import { fireEvent, screen, waitFor } from '@testing-library/react-native';
import { VehicleForm } from '@/components/vehicles/VehicleForm';
import { IDENTITY_AXES, type Vehicle } from '@/shared/contracts/vehicles';
import { renderAs } from '../render';

const CRAWLER: Vehicle = {
  id: '4f0c8a52-0f4e-4a1c-9a55-3d1f0f3b7e10',
  name: 'Crawler 1',
  kind: 'marine',
  leverArmM: [0.42, 0.05, -0.88],
  axes: IDENTITY_AXES,
  sensor: null,
  notes: '',
  createdAt: '2026-11-03T08:00:00Z',
  recordingCount: 2,
};
const type = (label: string, text: string) => fireEvent.changeText(screen.getByLabelText(label), text);
const save = () => fireEvent.press(screen.getByRole('button', { name: 'Save' }));

test('shows the lever arm with its unit', () => {
  renderAs(<VehicleForm vehicle={CRAWLER} saveLabel="Save" onSave={() => Promise.resolve()} />);
  expect(screen.getByLabelText('Down, m')).toHaveDisplayValue('-0.88');
});

test('takes a comma and a true minus, and saves numbers', async () => {
  const saved = jest.fn(() => Promise.resolve());
  renderAs(<VehicleForm vehicle={CRAWLER} saveLabel="Save" onSave={saved} />);
  type('Down, m', '−1,05');
  save();
  await waitFor(() =>
    expect(saved).toHaveBeenCalledWith(expect.objectContaining({ leverArmM: [0.42, 0.05, -1.05] })),
  );
});

test('text where a number belongs is named, kept, and not saved', async () => {
  const saved = jest.fn();
  renderAs(<VehicleForm vehicle={CRAWLER} saveLabel="Save" onSave={saved} />);
  type('Right, m', 'a bit');
  save();
  expect(await screen.findByText(/Write a number/)).toBeOnTheScreen();
  expect(screen.getByLabelText('Right, m')).toHaveDisplayValue('a bit');
  expect(saved).not.toHaveBeenCalled();
});

test('another forward axis moves the others with it', async () => {
  const saved = jest.fn(() => Promise.resolve());
  renderAs(<VehicleForm vehicle={CRAWLER} saveLabel="Save" onSave={saved} />);
  fireEvent(screen.getByLabelText('Points down'), 'change', { target: { value: '-z' } });
  expect(screen.getByText(/x forward, y left, z up/)).toBeOnTheScreen();
  save();
  await waitFor(() =>
    expect(saved).toHaveBeenCalledWith(
      expect.objectContaining({ axes: { forward: '+x', right: '-y', down: '-z' } }),
    ),
  );
});

test('read-only: everything is shown, nothing can be saved', () => {
  renderAs(<VehicleForm vehicle={CRAWLER} saveLabel="Save" readOnly onSave={() => Promise.resolve()} />);
  expect(screen.queryByRole('button', { name: 'Save' })).toBeNull();
  expect(screen.getByLabelText('Name').props.editable).toBe(false);
});
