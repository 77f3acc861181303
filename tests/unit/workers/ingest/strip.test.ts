import {
  csvText,
  decodeLogs,
  GNSS_HEADER,
  IMU_HEADER,
  imuRows,
  ready,
  testStore,
  type TestStore,
} from '../support';

let at: TestStore;
beforeEach(() => {
  at = testStore();
});
afterEach(() => at.remove());

/** One fix a second, 10 m/s and more, over a minute of 100 Hz; none from 20 to 40 s. */
const fixes = Array.from({ length: 60 }, (_, k) => [k, 47.21 + k * 9e-5, -14.63, 40, 10 + k / 10, 0, 0]);

test('speed is drawn through between neighbouring fixes and left open where GNSS was away', async () => {
  const gnss = csvText(
    GNSS_HEADER,
    fixes.filter(([time]) => time! < 20 || time! > 40),
  );
  const { strip } = ready(await decodeLogs(at.store, { imu: csvText(IMU_HEADER, imuRows(6000)), gnss }));
  const bucketOf = (timeS: number) =>
    Math.floor(((timeS - strip.startS) / (strip.endS - strip.startS)) * strip.speedMPerS.length);
  const within = (from: number, to: number) => strip.speedMPerS.slice(bucketOf(from), bucketOf(to));
  expect(within(0, 18).every((speed) => speed !== null)).toBe(true);
  expect(strip.speedMPerS[bucketOf(10.55)]).toBeCloseTo(11.05, 1);
  expect(within(22, 39).every((speed) => speed === null)).toBe(true);
});
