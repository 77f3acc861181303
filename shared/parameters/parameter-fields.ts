/** All parameters that are typed, switched or chosen, and how one is found. */
import { AID_FIELDS } from './aid-fields';
import { FILTER_FIELDS } from './filter-fields';
import type { FieldGroup, ParameterField } from './parameter-field';

/** In the order of the bench. */
export const FIELDS: readonly ParameterField[] = [...FILTER_FIELDS, ...AID_FIELDS];

/** Fields of a group whose switch, if they hang on one, is on. */
export const fieldsThatCount = (group: FieldGroup, isOn: (path: string) => boolean): ParameterField[] =>
  FIELDS.filter((field) => field.group === group && (field.needs?.some(isOn) ?? true));

/** The field at `path`. Throws where there is none: the path is then mistyped. */
export function fieldAt(path: string): ParameterField {
  const field = FIELDS.find((one) => one.path === path);
  if (!field) throw new Error(`No field is named for ${path}.`);
  return field;
}
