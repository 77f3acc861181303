import { createContext, useContext, useEffect, useMemo, useState, type ReactNode } from 'react';
import { useColorScheme } from 'react-native';
import { palettes, type Palette } from '@/constants/theme';

export type ThemeName = 'paper' | 'night';
export type ThemeChoice = 'system' | ThemeName;

interface Theme {
  name: ThemeName;
  palette: Palette;
  choice: ThemeChoice;
  setChoice: (choice: ThemeChoice) => void;
}

const STORAGE_KEY = 'driftwright.theme';
const ThemeContext = createContext<Theme | null>(null);

/** Holds paper or night; the choice stays in the browser, `system` follows the device. */
export function ThemeProvider({ children }: { children: ReactNode }) {
  const device = useColorScheme();
  const [choice, setChoice] = useState<ThemeChoice>(storedChoice);
  const name: ThemeName = choice === 'system' ? (device === 'dark' ? 'night' : 'paper') : choice;
  const theme = useMemo<Theme>(
    () => ({
      name,
      palette: palettes[name],
      choice,
      setChoice: (next) => {
        setChoice(next);
        store(next);
      },
    }),
    [name, choice],
  );
  useEffect(() => paintDocument(name), [name]);
  return <ThemeContext.Provider value={theme}>{children}</ThemeContext.Provider>;
}

/** The theme in force: its palette, its name and the person's choice. */
export function useTheme(): Theme {
  const theme = useContext(ThemeContext);
  if (!theme) throw new Error('useTheme needs a ThemeProvider above it.');
  return theme;
}

function storedChoice(): ThemeChoice {
  try {
    const stored = globalThis.localStorage?.getItem(STORAGE_KEY);
    return stored === 'paper' || stored === 'night' ? stored : 'system';
  } catch {
    return 'system'; // storage may be forbidden
  }
}

function store(choice: ThemeChoice) {
  try {
    if (choice === 'system') globalThis.localStorage?.removeItem(STORAGE_KEY);
    else globalThis.localStorage?.setItem(STORAGE_KEY, choice);
  } catch {
    // storage may be forbidden: the choice then lasts as long as the page
  }
}

/** Ground, scroll bars, focus ring and the browser's own bars follow the theme. */
function paintDocument(name: ThemeName) {
  if (typeof document === 'undefined') return;
  const palette = palettes[name];
  const style =
    document.getElementById('driftwright-theme') ??
    document.head.appendChild(document.createElement('style'));
  style.id = 'driftwright-theme';
  style.textContent = `
    :root { color-scheme: ${name === 'night' ? 'dark' : 'light'}; background: ${palette.ground}; }
    body { background: ${palette.ground}; overflow: hidden; }
    :focus-visible { outline: 2px solid ${palette.petrol} !important; outline-offset: 2px; }
    :focus:not(:focus-visible) { outline: none; }
    ::selection { background: ${palette.petrol}; color: ${palette.onPetrol}; }
    ::placeholder { color: ${palette.inkSoft}; opacity: 1; }
    dialog::backdrop { background: ${palette.scrim}; }
    @media (prefers-reduced-motion: reduce) {
      *, ::before, ::after { animation-duration: 0.01ms !important; transition-duration: 0.01ms !important; }
    }
  `;
  const meta =
    document.querySelector<HTMLMetaElement>('meta[name="theme-color"]') ??
    document.head.appendChild(Object.assign(document.createElement('meta'), { name: 'theme-color' }));
  meta.content = palette.ground;
}
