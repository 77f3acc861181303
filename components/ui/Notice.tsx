import type { ReactNode } from 'react';
import { StyleSheet, View } from 'react-native';
import { hairline, radius, space } from '@/constants/theme';
import { Icon, type IconName } from './Icon';
import { Text } from './Text';
import { useTheme } from './ThemeProvider';

export interface NoticeProps {
  tone: 'pine' | 'ochre' | 'vermilion' | 'petrol';
  title?: string;
  children?: ReactNode;
  /** Buttons under the words. */
  actions?: ReactNode;
  /** Read out at once. */
  urgent?: boolean;
}

/** A ruled note in the margin: something to know or to mend. */
export function Notice({ tone, title, children, actions, urgent }: NoticeProps) {
  const { palette } = useTheme();
  return (
    <View
      role={urgent ? 'alert' : undefined}
      style={[
        styles.notice,
        { backgroundColor: palette.sheet, borderColor: palette.rule, borderLeftColor: palette[tone] },
      ]}
    >
      <View style={styles.icon}>
        <Icon name={icons[tone]} tone={tone} size={20} />
      </View>
      <View style={styles.words}>
        {title ? (
          <Text variant="body" strong>
            {title}
          </Text>
        ) : null}
        {typeof children === 'string' ? <Text variant="label">{children}</Text> : children}
        {actions ? <View style={styles.actions}>{actions}</View> : null}
      </View>
    </View>
  );
}

const icons: Record<NoticeProps['tone'], IconName> = {
  pine: 'check',
  ochre: 'warn',
  vermilion: 'stop',
  petrol: 'info',
};

const styles = StyleSheet.create({
  notice: {
    flexDirection: 'row',
    gap: space.m,
    padding: space.l,
    paddingLeft: space.m,
    borderRadius: radius,
    borderWidth: hairline,
    borderLeftWidth: 3,
  },
  icon: { paddingTop: 2 },
  words: { flex: 1, gap: space.xs },
  actions: { flexDirection: 'row', flexWrap: 'wrap', gap: space.m, marginTop: space.s },
});
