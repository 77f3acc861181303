import { StyleSheet, View, type ViewProps } from 'react-native';
import { hairline, radius, space } from '@/constants/theme';
import { Text } from './Text';
import { useTheme } from './ThemeProvider';

export interface CardProps extends ViewProps {
  title?: string;
  /** To the right of the title. */
  action?: React.ReactNode;
  /** No inner padding: for lists and charts that run to the edge. */
  bare?: boolean;
}

/** A sheet with a hairline; several stacked cards make a page. */
export function Card({ title, action, bare, style, children, ...rest }: CardProps) {
  const { palette } = useTheme();
  return (
    <View
      {...rest}
      style={[
        styles.card,
        { backgroundColor: palette.sheet, borderColor: palette.rule },
        bare ? null : styles.padded,
        style,
      ]}
    >
      {title ? (
        <View style={[styles.head, bare ? styles.bareHead : null]}>
          <Text variant="label" strong level={2} style={styles.title}>
            {title}
          </Text>
          {action}
        </View>
      ) : null}
      {children}
    </View>
  );
}

const styles = StyleSheet.create({
  card: { borderRadius: radius, borderWidth: hairline },
  padded: { padding: space.l, gap: space.m },
  head: {
    flexDirection: 'row',
    alignItems: 'center',
    justifyContent: 'space-between',
    gap: space.m,
    flexWrap: 'wrap',
  },
  bareHead: { padding: space.l, paddingBottom: space.s },
  title: { fontSize: 16, flexShrink: 1 },
});
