import { useCallback, useEffect, useRef, useState } from 'react';
import type { Recording } from '@/shared/contracts/recordings';
import type { Upload } from './api';
import { filesOf, uploadRecording, useKeepRecording, type UploadInput } from './recordings';

export type UploadState =
  | { phase: 'idle' }
  | { phase: 'sending'; sent: number; total: number; perSecond: number | null }
  | { phase: 'failed'; error: unknown }
  | { phase: 'cancelled' };

/** One upload at a time; leaving the page while it runs is asked about by the browser, leaving the screen cancels it. */
export function useUpload(onDone: (recording: Recording) => void) {
  const [state, setState] = useState<UploadState>({ phase: 'idle' });
  const running = useRef<Upload<Recording> | null>(null);
  const keep = useKeepRecording();

  const start = useCallback(
    async (input: UploadInput) => {
      const began = performance.now();
      setState({ phase: 'sending', sent: 0, total: sizeOf(input), perSecond: null });
      const upload = uploadRecording(input, (sent, total) => {
        const seconds = (performance.now() - began) / 1000;
        setState({ phase: 'sending', sent, total, perSecond: seconds > 0.5 ? sent / seconds : null });
      });
      running.current = upload;
      try {
        const recording = await upload.done;
        await keep(recording);
        setState({ phase: 'idle' });
        onDone(recording);
      } catch (error) {
        const cancelled = error instanceof DOMException && error.name === 'AbortError';
        setState(cancelled ? { phase: 'cancelled' } : { phase: 'failed', error });
      } finally {
        running.current = null;
      }
    },
    [keep, onDone],
  );

  useEffect(() => () => running.current?.cancel(), []);
  const sending = state.phase === 'sending';
  useEffect(() => {
    if (!sending || typeof window === 'undefined') return;
    const ask = (event: BeforeUnloadEvent) => event.preventDefault();
    window.addEventListener('beforeunload', ask);
    return () => window.removeEventListener('beforeunload', ask);
  }, [sending]);

  return { state, start, cancel: () => running.current?.cancel() };
}

const sizeOf = (input: UploadInput) => filesOf(input).reduce((sum, [, file]) => sum + file.size, 0);
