/** Each defect on two drives, and sound logs. `npm run bench -- health` prints the table over twenty. */
import { CLEAN_MOTIONS, DEFECTS, healthOf, soundDrive } from '@/tests/support/health-cases';

jest.setTimeout(60_000);

const cases = DEFECTS.flatMap((defect) => [1, 2].map((seed) => ({ ...defect, seed })));

test.each(cases)('$name, drive $seed: $code', async ({ code, motion, intervalS, spoil, seed }) => {
  const { findings } = await healthOf(spoil(soundDrive(motion ?? 'road', seed), seed));
  const hit = findings.find((finding) => finding.code === code);
  expect(hit).toBeDefined();
  if (!intervalS) return;
  const [from, to] = intervalS;
  const overlap = hit!.intervalsS.filter(([a, b]) => a < to + 1 && b > from - 1);
  expect(overlap).not.toEqual([]);
});

test.each(CLEAN_MOTIONS)('a sound %s log: nothing above a remark', async (motion) => {
  const { findings, verdict } = await healthOf(soundDrive(motion, 3));
  expect(findings.filter(({ severity }) => severity !== 'info')).toEqual([]);
  expect(verdict).toBe('usable');
});
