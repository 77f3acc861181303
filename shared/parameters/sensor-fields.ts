/** Fields of the sensors besides IMU and GNSS: barometer, heading, odometer, attitude. */
import type { ParameterField } from './parameter-field';

interface SensorSpec {
  /** Under `aids`. */
  key: string;
  title: string;
  hint: string;
  /** What depends on the sensor alone: its fixed σ, an offset. */
  own: readonly Pick<ParameterField, 'path' | 'label' | 'quantity' | 'unit' | 'hint'>[];
}

const SENSORS: readonly SensorSpec[] = [
  {
    key: 'barometer',
    title: 'Barometer',
    hint: 'its offset is a state of its own, under further states',
    own: [{ path: 'sigmaM', label: 'fixed σ of height', quantity: 'length' }],
  },
  {
    key: 'heading',
    title: 'Heading sensor',
    hint: 'compass or two antennas; also gives the first heading',
    own: [
      { path: 'sigmaRad', label: 'fixed σ', quantity: 'angle' },
      {
        path: 'offsetRad',
        label: 'offset added',
        quantity: 'angle',
        hint: 'declination of a compass, mounting angle of two antennas',
      },
    ],
  },
  {
    key: 'odometer',
    title: 'Odometer',
    hint: 'speed along the vehicle at its unsteered axle',
    own: [{ path: 'sigmaMPerS', label: 'fixed σ of speed', quantity: 'speed' }],
  },
  {
    key: 'attitude',
    title: 'Attitude sensor',
    hint: 'roll, pitch and yaw as a whole: a star or horizon tracker',
    own: [{ path: 'sigmaRad', label: 'fixed σ about each axis', quantity: 'angle' }],
  },
];

/** A switch for each sensor, and what counts while it is on. */
export const SENSOR_FIELDS: readonly ParameterField[] = SENSORS.flatMap(({ key, title, hint, own }) => {
  const at = (name: string) => `aids.${key}.${name}`;
  const rest = { group: 'sensors', needs: [at('enabled')] } as const;
  return [
    { path: at('enabled'), group: 'sensors', label: title, hint },
    {
      ...rest,
      path: at('sigmaSource'),
      label: `${title}, accuracy from`,
      words: { log: 'the log', fixed: 'the fixed value' },
    },
    { ...rest, path: at('sigmaScale'), label: `${title}, σ × scale`, quantity: 'factor' },
    ...own.map((field) => ({
      ...rest,
      ...field,
      path: at(field.path),
      label: `${title}, ${field.label}`,
    })),
    { ...rest, path: at('latencyS'), label: `${title}, latency`, quantity: 'time' },
  ] satisfies ParameterField[];
});
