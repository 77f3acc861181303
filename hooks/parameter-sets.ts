/** Parameter sets and their versions. */
import { queryOptions, useInfiniteQuery, useMutation, useQuery, useQueryClient } from '@tanstack/react-query';
import type { Page } from '@/shared/contracts/common';
import type {
  ParameterSet,
  ParameterSetCreateInput,
  ParameterSetDetail,
  ParameterSetListQuery,
  ParameterSetVersion,
  VersionCreateInput,
} from '@/shared/contracts/parameter-sets';
import { api } from './api';
import { STALE } from './query-client';

/** What a list is narrowed down to; what is left out is the API's default. */
export type SetFilter = Partial<Pick<ParameterSetListQuery, 'search' | 'vehicleId' | 'state' | 'sort'>>;

export const setKeys = {
  all: ['parameter-sets'] as const,
  list: (filter: SetFilter) => ['parameter-sets', 'list', filter] as const,
  one: (id: string) => ['parameter-sets', 'one', id] as const,
};

export function useParameterSets(filter: SetFilter = {}) {
  return useInfiniteQuery({
    queryKey: setKeys.list(filter),
    queryFn: ({ pageParam, signal }) =>
      api<Page<ParameterSet>>('/parameter-sets', {
        query: { ...filter, cursor: pageParam, limit: 50 },
        signal,
      }),
    initialPageParam: '',
    getNextPageParam: (page) => page.nextCursor ?? undefined,
    staleTime: STALE.list,
  });
}

/** One set with all its versions; not asked while `id` is ''. */
export const oneSet = (id: string) =>
  queryOptions({
    queryKey: setKeys.one(id),
    queryFn: ({ signal }) => api<ParameterSetDetail>(`/parameter-sets/${id}`, { signal }),
    enabled: id !== '',
  });
export const useParameterSet = (id: string) => useQuery(oneSet(id));

export function useCreateParameterSet() {
  const client = useQueryClient();
  return useMutation({
    mutationFn: (input: ParameterSetCreateInput) =>
      api<ParameterSetDetail>('/parameter-sets', { method: 'POST', body: input }),
    onSuccess: () => client.invalidateQueries({ queryKey: setKeys.all }),
  });
}

export function useCreateVersion(setId: string) {
  const client = useQueryClient();
  return useMutation({
    mutationFn: (input: VersionCreateInput) =>
      api<ParameterSetVersion>(`/parameter-sets/${setId}/versions`, { method: 'POST', body: input }),
    onSuccess: () => client.invalidateQueries({ queryKey: setKeys.all }),
  });
}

• [What the task requires]: Copy every line of the listing where the word "ready" appears.

• [Your solution]:
  ready,
  const { strip } = ready(await decodeLogs(at.store, { imu: csvText(IMU_HEADER, imuRows(6000)), gnss }));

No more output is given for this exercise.